After the stock market mania over the past week and a half, you may think Corporate America has contributed to the unrest by reporting a big downturn in profits. After all, profit is what should drive stock prices over the long term.

But that hasn't been the case. During this earnings season, a vast majority of companies -- 69% of the S&P 500 -- have reported earnings that were better than analysts were expecting.
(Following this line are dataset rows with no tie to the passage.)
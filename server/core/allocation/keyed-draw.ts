import { assert, DomainError } from '../errors.ts';
import { canonicalJson } from '../hashing/canonical-json.ts';
import { hmacSha256, sha256Hex } from '../hashing/digest.ts';

/** Bytes of a study's allocation secret: 256 bits. */
export const SECRET_BYTES = 32;

/**
 * Rejection takes less than two draws on average; so many in a row have probability below 2^−128.
 */
const DRAWS_MAX = 128;

const UINT32_RANGE = 2 ** 32;

/** The bytes of draw number 1, 2, … for one slot, at least four of them. */
export type Draw = (drawNumber: number) => Uint8Array;

/**
 * The keyed generator that breaks ties for one slot: HMAC-SHA-256 with the study's secret over the
 * canonical JSON of `["fairturn-allocation-1", studyId, siteId, slotNumber, drawNumber]`. Without
 * the secret the draws cannot be told from random; with it anybody can repeat them.
 * Source: HMAC as RFC 2104, used as a pseudorandom function.
 *
 * @param options.secret     SECRET_BYTES bytes
 * @param options.slotNumber the slot's number at its site, from 1
 * @throws {DomainError} when the secret has another length or slotNumber is not such a number
 */
export function slotDraw(options: {
  readonly secret: Uint8Array;
  readonly studyId: string;
  readonly siteId: string;
  readonly slotNumber: number;
}): Draw {
  const { secret, studyId, siteId, slotNumber } = options;
  requireSecret(secret);
  if (!Number.isSafeInteger(slotNumber) || slotNumber < 1) {
    throw new DomainError(`Slot numbers run from 1, but this one is ${slotNumber}`);
  }
  return (drawNumber) =>
    hmacSha256(
      secret,
      canonicalJson(['fairturn-allocation-1', studyId, siteId, slotNumber, drawNumber]),
    );
}

/** Where a study's allocations take their chance from. */
export interface Chance {
  /** The generator of one slot, see `slotDraw`. */
  slot(siteId: string, slotNumber: number): Draw;
  /** The generator of the size of one block of a cell: blocks are numbered from 1 in each. */
  block(siteId: string, stratum: string, blockNumber: number): Draw;
}

/**
 * The chance of one protocol version of a study: keyed by its secret, so that everything drawn can
 * be drawn again. Slots as `slotDraw`; blocks likewise, over
 * `["fairturn-block-1", studyId, siteId, protocolVersion, stratum, blockNumber, drawNumber]`.
 *
 * @throws {DomainError} as `slotDraw`, when a draw is asked for
 */
export function keyedChance(options: {
  readonly secret: Uint8Array;
  readonly studyId: string;
  readonly protocolVersion: number;
}): Chance {
  const { secret, studyId, protocolVersion } = options;
  return {
    slot: (siteId, slotNumber) => slotDraw({ secret, studyId, siteId, slotNumber }),
    block: (siteId, stratum, blockNumber) => {
      requireSecret(secret);
      const place = [studyId, siteId, protocolVersion, stratum, blockNumber];
      return (drawNumber) =>
        hmacSha256(secret, canonicalJson(['fairturn-block-1', ...place, drawNumber]));
    },
  };
}

function requireSecret(secret: Uint8Array): void {
  if (secret.length === SECRET_BYTES) return;
  throw new DomainError(`An allocation secret has ${SECRET_BYTES} bytes, not ${secret.length}`);
}

/** SHA-256 of the secret's bytes, hexadecimal: what is published when a study is registered. */
export function secretHashOf(secret: Uint8Array): string {
  return sha256Hex(secret);
}

/**
 * A whole number from 0 to range − 1, each equally likely when the draws' bytes are random.
 *
 * The first four bytes of a draw are read as an unsigned number; those at or above the largest
 * multiple of `range` are rejected and the next draw is taken, since a remainder alone would
 * favour small numbers. A range of 1 takes no draw.
 * Source: rejection as in NIST SP 800-90A Rev. 1, A.5.1 (simple discard method, generalised to a
 * multiple of the range).
 *
 * @param range 1 to 2^32
 * @returns the number, and how many draws it took
 * @throws {DomainError} when range is not such a number
 */
export function uniformBelow(range: number, draw: Draw): { value: number; drawsUsed: number } {
  if (!Number.isSafeInteger(range) || range < 1 || range > UINT32_RANGE) {
    throw new DomainError(`A range is a whole number from 1 to 2^32, not ${range}`);
  }
  if (range === 1) return { value: 0, drawsUsed: 0 };
  const limit = UINT32_RANGE - (UINT32_RANGE % range);
  for (let drawNumber = 1; drawNumber <= DRAWS_MAX; drawNumber += 1) {
    const bytes = draw(drawNumber);
    assert(bytes.length >= 4, 'a draw gives at least four bytes');
    const number = new DataView(bytes.buffer, bytes.byteOffset, 4).getUint32(0);
    if (number < limit) return { value: number % range, drawsUsed: drawNumber };
  }
  assert(false, `${DRAWS_MAX} draws in a row are not all rejected`);
}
For the S&P 500 overall so far this earnings season, earnings are up an impressive 18.9% from last year's levels.

What Happened Last Week

Last week, Disney (DIS) led the charge reporting earnings of $0.78, easily outpacing the $0.72 analysts expected. But that wasn't enough to keep shares from tumbling on a weak outlook.

At Macy's (M), revenue grew 7.3% to $5.94 billion, and earnings per share of $0.55 topped the $0.49 analysts had expected. The retailer had very upbeat comments in its earnings report, showing that maybe we're writing the consumer off too quickly.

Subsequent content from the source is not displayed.